(Dataset entries)
*** Block opens ***

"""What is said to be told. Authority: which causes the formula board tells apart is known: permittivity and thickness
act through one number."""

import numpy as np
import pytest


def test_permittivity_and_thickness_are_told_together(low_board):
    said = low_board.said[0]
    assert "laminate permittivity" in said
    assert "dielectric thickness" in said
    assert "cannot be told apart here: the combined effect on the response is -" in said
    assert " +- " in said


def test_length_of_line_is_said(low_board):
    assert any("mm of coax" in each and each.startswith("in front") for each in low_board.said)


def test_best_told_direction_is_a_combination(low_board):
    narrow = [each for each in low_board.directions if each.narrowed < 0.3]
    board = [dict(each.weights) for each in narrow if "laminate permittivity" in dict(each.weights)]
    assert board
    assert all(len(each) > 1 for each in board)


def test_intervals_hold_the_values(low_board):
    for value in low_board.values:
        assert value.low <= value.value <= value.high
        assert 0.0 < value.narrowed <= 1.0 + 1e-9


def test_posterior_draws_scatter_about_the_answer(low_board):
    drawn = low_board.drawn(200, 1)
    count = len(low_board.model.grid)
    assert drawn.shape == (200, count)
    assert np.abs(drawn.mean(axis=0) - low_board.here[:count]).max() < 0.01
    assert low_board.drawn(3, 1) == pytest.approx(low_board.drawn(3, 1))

*** Block closes ***

(Instructions for the task) The lines to return are those in the records above that hold the word "each".

(Written response)
    assert any("mm of coax" in each and each.startswith("in front") for each in low_board.said)
    narrow = [each for each in low_board.directions if each.narrowed < 0.3]
    board = [dict(each.weights) for each in narrow if "laminate permittivity" in dict(each.weights)]
    assert all(len(each) > 1 for each in board)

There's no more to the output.